I am trying to run some multi step job using lemur+clojure.
I have issue with passing multiple input as argument to clojure+lemur.
As first step for my job I trying to run emr Streaming Job
lemur run ${CONF_DIR}/run-pipeline.clj --master-instance-type ${MASTER_INSTANCE_TYPE} --slave-instance-type ${SLAVE_INSTANCE_TYPE} --num-instances ${NUM_INSTANCES} --ami-version ${AMI_VERSION} --hadoop-version ${HADOOP_VERSION}--bucket ${BUCKET} --jar-src-path ${CONF_DIR}/run-pipeline.clj --input_folder "${input_folder}" --output-folder "${output_folder}" --reduce-tasks "${REDUCE_TASKS}" --map-tasks "${MAP_TASKS}"
with single input file my code looks like this
(import com.amazonaws.services.elasticmapreduce.util.StepFactory)
(import com.amazonaws.services.elasticmapreduce.model.StepConfig)
(import com.amazonaws.services.elasticmapreduce.util.StreamingStep)

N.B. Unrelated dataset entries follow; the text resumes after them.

//go:build !unix

package main

import "errors"

// makeFIFO fails: there are no named pipes in a folder here. The scenario that
// makes one is for Unix alone.
func makeFIFO(string) error { return errors.ErrUnsupported }
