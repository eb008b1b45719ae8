package main

import (
	"context"
	"io"

	"lagwise/lint/present"
	"lagwise/lint/result"
)

func compute(ctx context.Context, s streams, args []string) (int, error) {
	o := &options{}
	f := newFlags("compute", s, o, "text", "json", "csv", "markdown")
	if err := f.parse(args, o); err != nil {
		return exitFailed, err
	}
	b, err := o.open(s)
	if err != nil {
		return exitFailed, err
	}
	ed := b.workspace.Edition()
	var all []result.Computed
	err = b.each(ctx, s, "computing", func(path string) error {
		got, err := ed.Compute(ctx, path)
		all = append(all, got...)
		return err
	})
	if err != nil {
		return exitFailed, err
	}
	err = o.write(s, forms{
		"text":     func(w io.Writer) error { return present.ComputeText(w, all) },
		"json":     func(w io.Writer) error { return present.ComputeJSON(w, b.head(), all) },
		"csv":      func(w io.Writer) error { return present.ComputeCSV(w, all) },
		"markdown": func(w io.Writer) error { return present.ComputeMarkdown(w, all) },
	})
	if b.trouble != nil {
		return exitFailed, b.trouble
	}
	return computeStatus(all), err
}

// computeStatus is 1 when a request could not be computed as it is written.
func computeStatus(all []result.Computed) int {
	for _, c := range all {
		if c.AsWritten == nil || c.AsWritten.Error != "" {
			return exitHeld
		}
	}
	return exitFine
}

(defn create-step-parsing [eopts]
(def step (new StreamingStep))
(.withInputs step (into-array [(str (:input-folder eopts) "/inputs/*")]))
...
This works fine, but when I try to pass list of input files I get error
lemur run ${CONF_DIR}/run-pipeline.clj --master-instance-type ${MASTER_INSTANCE_TYPE} --slave-instance-type ${SLAVE_INSTANCE_TYPE} --num-instances ${NUM_INSTANCES} --ami-version ${AMI_VERSION} --hadoop-version ${HADOOP_VERSION}--bucket ${BUCKET} --jar-src-path ${CONF_DIR}/run-pipeline.clj --input_folder "${input_folder1}" --input_folder "${input_folder2}" --input_folder "${input_folder3}" --input_folder "${input_folder}" --output-folder "${output_folder}" --reduce-tasks "${REDUCE_TASKS}" --map-tasks "${MAP_TASKS}"
(defn create-normalizer-step [eopts]
(def step (new StreamingStep))
(.withInputs step (to-array (:input-folder eopts)))
Here is error I am getting
15:44:05 Exception in thread "main" java.lang.ClassCastException
15:44:05 at java.lang.Class.cast(Class.java:2990)
15:44:05 at clojure.lang.Reflector.boxArg(Reflector.java:429)
15:44:05 at clojure.lang.Reflector.boxArgs(Reflector.java:462)
15:44:05 at clojure.lang.Reflector.invokeMatchingMethod(Reflector.java:57)
15:44:05 at clojure.lang.Reflector.invokeInstanceMethod(Reflector.java:30)
15:44:05 at run_pipeline17$create_normalizer_step.invoke(run-pipeline.clj:18)
15:44:05 at run_pipeline17$run_pipeline.invoke(run-pipeline.clj:209)
15:44:05 at lemur.core$fire_BANG_.doInvoke(core.clj:711)
15:44:05 at clojure.lang.RestFn.invoke(RestFn.java:423)
15:44:05 at run_pipeline17$eval178.invoke(run-pipeline.clj:222)
15:44:05 at clojure.lang.Compiler.eval(Compiler.java:6465)
15:44:05 at clojure.lang.Compiler.load(Compiler.java:6902)
15:44:05 at clojure.lang.Compiler.loadFile(Compiler.java:6863)
15:44:05 at clojure.lang.RT$3.invoke(RT.java:305)
15:44:05 at lemur.core$execute_jobdef.invoke(core.clj:742)
15:44:05 at lemur.core$_main$fn__1388.invoke(core.clj:929)
15:44:05 at lemur.core$_main.doInvoke(core.clj:924)
15:44:05 at clojure.lang.RestFn.applyTo(RestFn.java:137)
15:44:05 at lemur.core.main(Unknown Source)
The code I added is from line 17 to line 19.
Thanks
I believe the issue is with the array functions you're using. In the first working example you are using (into-array).
From the docs:
Because you were creating strings as arguments to the into-array, clojure properly created a "string" array for you.
In your second, broken example, you use (to-array). From the docs:
In this instance you created an array of "Object"s. This is not type compatible with "String" as per the AWS Java API for StreamingStep.
My recommendation is to use (into-array), with the type specification of String. For example: (into-array String ["hello" "goodby"]). Explicit type specification is nice, in my opinion, for future reading clarify. But as you can see by the docs, (into-array) will guess the typing for you.